Já sugeri no anterior que o lucino escritor deitava umas luzes ambíguas sobre os filósofos do seu tempo, em particular os cínicos, que mais que outros lhe despertaram atenção, não sei se a mais precisa compreensão. Este Demonax, nascido de boas famílias de Chipre, teria tido como mestres um tal Agatóbolo, um Demétrio e o célebre Epicteto. Veio a viver a maior parte da vida em Atenas, onde teria morrido, velho de quase 100 anos de idade. Certo dia, « alguém lhe perguntou quais eram os filósofos que ele preferia: - São todos admiráveis; mas, quanto a mim, reverencio Sócrates, admiro Diógenes e amo Aristipo. » Diógenes é o cão de Sinope, guardador deste Tonel; Aristipo, discípulo de Sócrates, foi o fundador da escola Cirenaica e, se bem me parece, não só foi prezado pelo suposto Demonax como o preferido do nosso Luciano: foi o primeiro, antes de Epicuro, a desenvolver uma física e uma teoria do conhecimento perfeitamente coerentes com uma ética do carpe diem. Por outro lado, aquele “são todos admiráveis” é perfeitamente coerente com o ecletismo patente neste modelar Demonax, em que o pedagogo Luciano condensa o melhor daqueles venerandos gregos para os seus alunos romanos “bem nascidos e encaminhados”. Ou talvez antes para nós, amigo leitor. O facto é que nenhuma outra fonte coetânea conhecida, grega ou latina, menciona tal personagem, de tamanha grandeza e longevidade - «que os Atenienses, a Grécia inteira, tinham em tanta consideração que os magistrados se levantavam à sua passagem e toda a gente se calava em respeito, suspensos da sua palavra». Enfim, ficou a fama, que já hoje chegou à Lua, como o leitor pode ver olhando para cima. E facto é também que este hetrónimo Demonax, urbano, cordato, de falas mansas, “que não usou a ironia de Sócrates”, pouco tem de cão indómito e indomesticado. Mas não perde ocasião de, em lances tão ao gosto do ortónimo Luciano, se encontrar e desmascarar uns cínicos que, sob capa de filósofos, não passariam de vagabundos impostores e aventureiros. Seria o caso de um chamado Peregrino. No único parágrafo que se lhe refere, lê-se tão só isto:
« Peregrino, chamado Proteu, sentia-se de ele [Demonax] levar as coisas muito à ligeira e de fazer dos mortais assunto de riso: - Demonax – dizia ele – tu não tens caninos de cão. – E tu, Peregrino, não tens tripas de homem. »

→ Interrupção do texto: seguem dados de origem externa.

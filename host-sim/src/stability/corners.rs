//! The power loop of a simulated board at each plant corner: from a board
//! configuration and a module's plant parameters, the quasi-static
//! operating point at the setpoint (current, junction and case
//! temperature), the small-signal loop parameters there ([`LoopParams`]),
//! their margins, a pass/fail gate and a Markdown table; and PI design
//! over the corners.
//!
//! At each corner:
//!
//! * the diode is built from the module's parameters with the corner's
//!   threshold and slope spread and aging applied, the monitor with its
//!   responsivity factor, the thermal path with its cooling factor;
//! * the operating current is the one at which the monitor *reading* (what
//!   the core regulates) equals the setpoint, with the junction at its
//!   thermal steady state for that current (fixed-point iteration on the
//!   dissipation, bisection on the current); when that is above the
//!   ceiling (configured, derated at the case temperature) the loop sits on
//!   the ceiling, is flagged, and is evaluated at the ceiling current;
//! * `slope_mw_per_ma` is the central difference of the quasi-static front
//!   power at that current and junction temperature (isothermal: the
//!   junction's thermal time constant, about a millisecond in the demo
//!   modules, lowers the slope further only below a few hundred hertz, where
//!   the integrator dominates);
//! * `monitor_gain` is the derivative of the reading (photocurrent, trans-
//!   impedance, ideal ADC, the configuration's monitor calibration) with
//!   respect to the true front power at the corner's case temperature and
//!   wavelength; `dac_gain` is the configuration's DAC calibration times the
//!   module's DAC and transconductance (mA actually sourced per mA
//!   commanded, without quantisation);
//! * the driver pole is the module's driver bandwidth, the monitor pole the
//!   simulator's front-end filter ([`crate::sim::MONITOR_FILTER_HZ`]), the
//!   delay the board's drive latency ([`CornerOptions::for_latency`]; one
//!   tick by default).
//!
//! Spreads map onto the rate-equation model by
//! [`DemoModule::with_spread`]. The standard spreads here are demo values,
//! not device statistics.

use crate::units::Scale;
use diodestat_core::{Fx, ValidConfig};

use crate::plant::{
    c_to_k, k_to_c, DemoModule, Diode, DiodeParams, Monitor, PartTolerances, PlantError, Thermal,
};
use crate::sim::{DacLatency, MONITOR_FILTER_HZ};

use super::design::{design_pi, Design, DesignError, DesignSpec};
use super::loop_model::{loop_margins, LoopParams};
use super::margins::Margins;

/// One plant corner.
#[derive(Clone, Debug, PartialEq)]
pub struct PlantCorner {
    /// Name for reports.
    pub name: String,
    /// Ambient, degC.
    pub ambient_c: f64,
    /// APC setpoint (front mW as the monitor is calibrated).
    pub setpoint_mw: f64,
    /// Threshold-current multiplier (1 nominal).
    pub threshold_factor: f64,
    /// Slope-efficiency multiplier (1 nominal).
    pub slope_factor: f64,
    /// Monitor responsivity multiplier: tracking-ratio spread (1 nominal).
    pub tracking_factor: f64,
    /// Operating hours of the diode (aging), h.
    pub aged_hours: f64,
    /// Heatsink-to-ambient thermal resistance multiplier (1 nominal).
    pub cooling_factor: f64,
}

impl PlantCorner {
    /// The nominal corner: 25 degC, no spread, new diode.
    pub fn nominal(setpoint_mw: f64) -> Self {
        PlantCorner {
            name: "nominal".into(),
            ambient_c: 25.0,
            setpoint_mw,
            threshold_factor: 1.0,
            slope_factor: 1.0,
            tracking_factor: 1.0,
            aged_hours: 0.0,
            cooling_factor: 1.0,
        }
    }

    /// The same corner under another name.
    pub fn named(self, name: &str) -> Self {
        PlantCorner {
            name: name.into(),
            ..self
        }
    }
}

/// Ambient of the cold corner, degC (demo value).
pub const COLD_C: f64 = 0.0;
/// Ambient of the hot corner, degC (demo value).
pub const HOT_C: f64 = 40.0;
/// Threshold spread of the standard corners, ± fraction (demo value).
pub const THRESHOLD_SPREAD: f64 = PartTolerances::DEMO.threshold;
/// Slope spread of the standard corners, ± fraction (demo value).
pub const SLOPE_SPREAD: f64 = PartTolerances::DEMO.slope;
/// Tracking-ratio (monitor responsivity) spread, ± fraction (demo value).
pub const TRACKING_SPREAD: f64 = PartTolerances::DEMO.tracking;
/// Age of the aged corner, h (demo value).
pub const AGED_HOURS: f64 = 20_000.0;

/// The standard corners at `setpoint_mw`: nominal, cold, hot, threshold
/// high and low, slope high and low, tracking high and low, aged, low
/// setpoint (the configuration's lowest, near threshold), and derated (the
/// ambient 5 degC above the derating knee).
pub fn standard_corners(cfg: &ValidConfig, setpoint_mw: f64) -> Vec<PlantCorner> {
    let n = PlantCorner::nominal(setpoint_mw);
    let c = cfg.config();
    vec![
        n.clone(),
        PlantCorner {
            ambient_c: COLD_C,
            ..n.clone()
        }
        .named("cold"),
        PlantCorner {
            ambient_c: HOT_C,
            ..n.clone()
        }
        .named("hot"),
        PlantCorner {
            threshold_factor: 1.0 + THRESHOLD_SPREAD,
            ..n.clone()
        }
        .named("threshold high"),
        PlantCorner {
            threshold_factor: 1.0 - THRESHOLD_SPREAD,
            ..n.clone()
        }
        .named("threshold low"),
        PlantCorner {
            slope_factor: 1.0 + SLOPE_SPREAD,
            ..n.clone()
        }
        .named("slope high"),
        PlantCorner {
            slope_factor: 1.0 - SLOPE_SPREAD,
            ..n.clone()
        }
        .named("slope low"),
        PlantCorner {
            tracking_factor: 1.0 + TRACKING_SPREAD,
            ..n.clone()
        }
        .named("tracking high"),
        PlantCorner {
            tracking_factor: 1.0 - TRACKING_SPREAD,
            ..n.clone()
        }
        .named("tracking low"),
        PlantCorner {
            aged_hours: AGED_HOURS,
            ..n.clone()
        }
        .named("aged"),
        PlantCorner {
            setpoint_mw: c.units().mw(c.power.min_setpoint_ou),
            ..n.clone()
        }
        .named("low setpoint"),
        PlantCorner {
            ambient_c: c.derating.knee_degc.to_num::<f64>() + 5.0,
            ..n
        }
        .named("derated"),
    ]
}

/// Timing of the loop around the plant.
#[derive(Clone, Copy, Debug, PartialEq)]
pub struct CornerOptions {
    /// Whole ticks between sampling and the DAC update.
    pub delay_ticks: u32,
    /// Monitor front-end pole, Hz.
    pub monitor_filter_hz: f64,
}

impl CornerOptions {
    /// The simulator's timing for a board whose drive takes effect
    /// `latency` after its sample, with the simulator's monitor filter.
    pub fn for_latency(latency: DacLatency) -> Self {
        CornerOptions {
            delay_ticks: latency.get(),
            monitor_filter_hz: MONITOR_FILTER_HZ,
        }
    }
}

impl Default for CornerOptions {
    /// The default latency (one tick), the simulator's monitor filter.
    fn default() -> Self {
        Self::for_latency(DacLatency::default())
    }
}

/// Why a corner could not be evaluated.
#[derive(Clone, Debug, PartialEq, thiserror::Error)]
pub enum CornerError {
    /// A plant model refused the corner's parameters.
    #[error("corner {corner}: {source}")]
    Plant {
        /// Corner name.
        corner: String,
        /// The model's error.
        source: PlantError,
    },
    /// A corner factor is out of range.
    #[error("corner {corner}: {what} = {value} is out of range")]
    Factor {
        /// Corner name.
        corner: String,
        /// Which factor.
        what: &'static str,
        /// Its value.
        value: f64,
    },
    /// The diode has no optical gain at the operating point.
    #[error("corner {corner}: zero slope at {current_ma:.3} mA (below threshold?)")]
    NoSlope {
        /// Corner name.
        corner: String,
        /// Operating current, mA.
        current_ma: f64,
    },
}

/// The quasi-static operating point of one corner.
#[derive(Clone, Copy, Debug, PartialEq)]
pub struct OperatingPoint {
    /// Drive current, mA: the current that gives the setpoint, or the
    /// ceiling when that is lower.
    pub current_ma: f64,
    /// Current the setpoint needs, mA (`None`: more than the absolute
    /// limit).
    pub required_ma: Option<f64>,
    /// True front-facet power, mW.
    pub front_mw: f64,
    /// Monitor reading as the core sees it, mW (the setpoint, unless on
    /// the ceiling).
    pub reading_mw: f64,
    /// Junction temperature, degC.
    pub tj_c: f64,
    /// Case temperature, degC.
    pub case_c: f64,
    /// Threshold current at that junction temperature, mA.
    pub threshold_ma: f64,
    /// Forward voltage, V.
    pub v_f_v: f64,
    /// The core's current ceiling there (configured and derated at the case
    /// temperature), mA.
    pub ceiling_ma: f64,
    /// The setpoint needs more than the ceiling: the loop sits on the
    /// ceiling and does not regulate; the loop is evaluated at the ceiling,
    /// where it takes over again.
    pub at_ceiling: bool,
    /// The driver has the voltage headroom for this current.
    pub compliance_ok: bool,
}

/// One corner's operating point and loop.
#[derive(Clone, Debug, PartialEq)]
pub struct CornerLoop {
    /// The corner.
    pub corner: PlantCorner,
    /// Its operating point.
    pub point: OperatingPoint,
    /// The small-signal loop there, with the configuration's gains.
    pub params: LoopParams,
}

struct CornerPlant {
    diode: Diode,
    monitor: Monitor,
    thermal: Thermal,
    counts_per_v: f64,
    mw_per_count: f64,
    mon_offset: f64,
}

impl PlantCorner {
    /// Checks the corner's factors: positive finite multipliers and
    /// setpoint, non-negative finite age, finite ambient.
    pub fn check(&self) -> Result<(), CornerError> {
        let bad = |what, value| CornerError::Factor {
            corner: self.name.clone(),
            what,
            value,
        };
        let pos = |v: f64| v > 0.0 && v.is_finite();
        for (what, v) in [
            ("threshold_factor", self.threshold_factor),
            ("slope_factor", self.slope_factor),
            ("tracking_factor", self.tracking_factor),
            ("cooling_factor", self.cooling_factor),
            ("setpoint_mw", self.setpoint_mw),
        ] {
            if !pos(v) {
                return Err(bad(what, v));
            }
        }
        if !(self.aged_hours >= 0.0 && self.aged_hours.is_finite()) {
            return Err(bad("aged_hours", self.aged_hours));
        }
        if !self.ambient_c.is_finite() {
            return Err(bad("ambient_c", self.ambient_c));
        }
        Ok(())
    }

    /// The module's diode parameters with this corner's threshold and
    /// slope spread applied (see the module documentation); aging,
    /// tracking and cooling act on the built models instead.
    pub fn diode_params(&self, module: &DemoModule) -> DiodeParams {
        module
            .with_spread(self.threshold_factor, self.slope_factor)
            .diode
    }
}

impl CornerPlant {
    fn new(module: &DemoModule, cfg: &ValidConfig, c: &PlantCorner) -> Result<Self, CornerError> {
        c.check()?;
        let plant = |source| CornerError::Plant {
            corner: c.name.clone(),
            source,
        };
        let mut diode = Diode::new(c.diode_params(module)).map_err(plant)?;
        diode.age(c.aged_hours);
        let mut monitor = Monitor::new(module.monitor.clone()).map_err(plant)?;
        monitor.degrade_factor = c.tracking_factor;
        let mut thermal =
            Thermal::new(module.thermal.clone(), c_to_k(c.ambient_c)).map_err(plant)?;
        thermal.heatsink_loss_factor = c.cooling_factor;
        let full = f64::from((1u32 << module.adc.bits) - 1);
        let cal = cfg.config().calibration.monitor;
        Ok(CornerPlant {
            diode,
            monitor,
            thermal,
            counts_per_v: full / module.adc.vref_v,
            mw_per_count: cal.units_per_count.to_num::<f64>() * cfg.config().units().mw_per_ou(),
            mon_offset: f64::from(cal.offset_counts),
        })
    }

    /// Monitor reading, mW, for front power `p_w` (ideal ADC).
    fn reading_mw(&self, p_w: f64, wavelength_m: f64, t_case_k: f64) -> f64 {
        let v = self
            .monitor
            .voltage_v(self.monitor.current_a(p_w, wavelength_m, t_case_k));
        (v * self.counts_per_v - self.mon_offset) * self.mw_per_count
    }

    /// Junction and case temperature (K) at steady state for `i_a`.
    fn temperatures(&self, i_a: f64, ambient_k: f64) -> (f64, f64) {
        let mut tj = ambient_k;
        let mut tc = ambient_k;
        for _ in 0..200 {
            let o = self.diode.quasi_static(i_a, tj);
            let p_diss = (i_a * o.v_f_v - o.p_front_w - o.p_back_w).max(0.0);
            let [j, c, _] = self.thermal.steady_state_k(p_diss, ambient_k);
            let done = (j - tj).abs() < 1e-10;
            tj = j;
            tc = c;
            if done {
                break;
            }
        }
        (tj, tc)
    }

    /// Reading at `i_a` with the junction at its steady state.
    fn reading_at(&self, i_a: f64, ambient_k: f64) -> f64 {
        let (tj, tc) = self.temperatures(i_a, ambient_k);
        let o = self.diode.quasi_static(i_a, tj);
        self.reading_mw(o.p_front_w, o.wavelength_m, tc)
    }
}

É um trecho digno de reparo. Parece-me que o Peregrino acusa é o próprio Licínio-Luciano, no mesmo passo em que nos deixa transparente uma diferença, digamos temperamental, entre os sequazes de Aristófanes (que é quem se ri, por trás de Demócrito), e um Antístenes ou um Diógenes que (tal como Sócrates) picam como tremelgas ou mordem como cães, mas não ficaram na memória como hienas. A não-resposta de Demonax, colorindo manchas estóicas no pelame do cínico, interpreto-a assim: - “ Tu, que te pretendes a divina impassibilidade da natureza a respeito do homem, é natural que não saibas nem aprecies rir. Terás pois um tratamento especial.”
O tratamento que o risonho Luciano, que se ria de homens e deuses, veio a dar ao estranho Peregrino (este, sim, terá sido uma pessoa histórica), ficou reservado para uma obra que especialmente lhe dedicou, conhecida pelo título latino De Morte Peregrini. De que trataremos.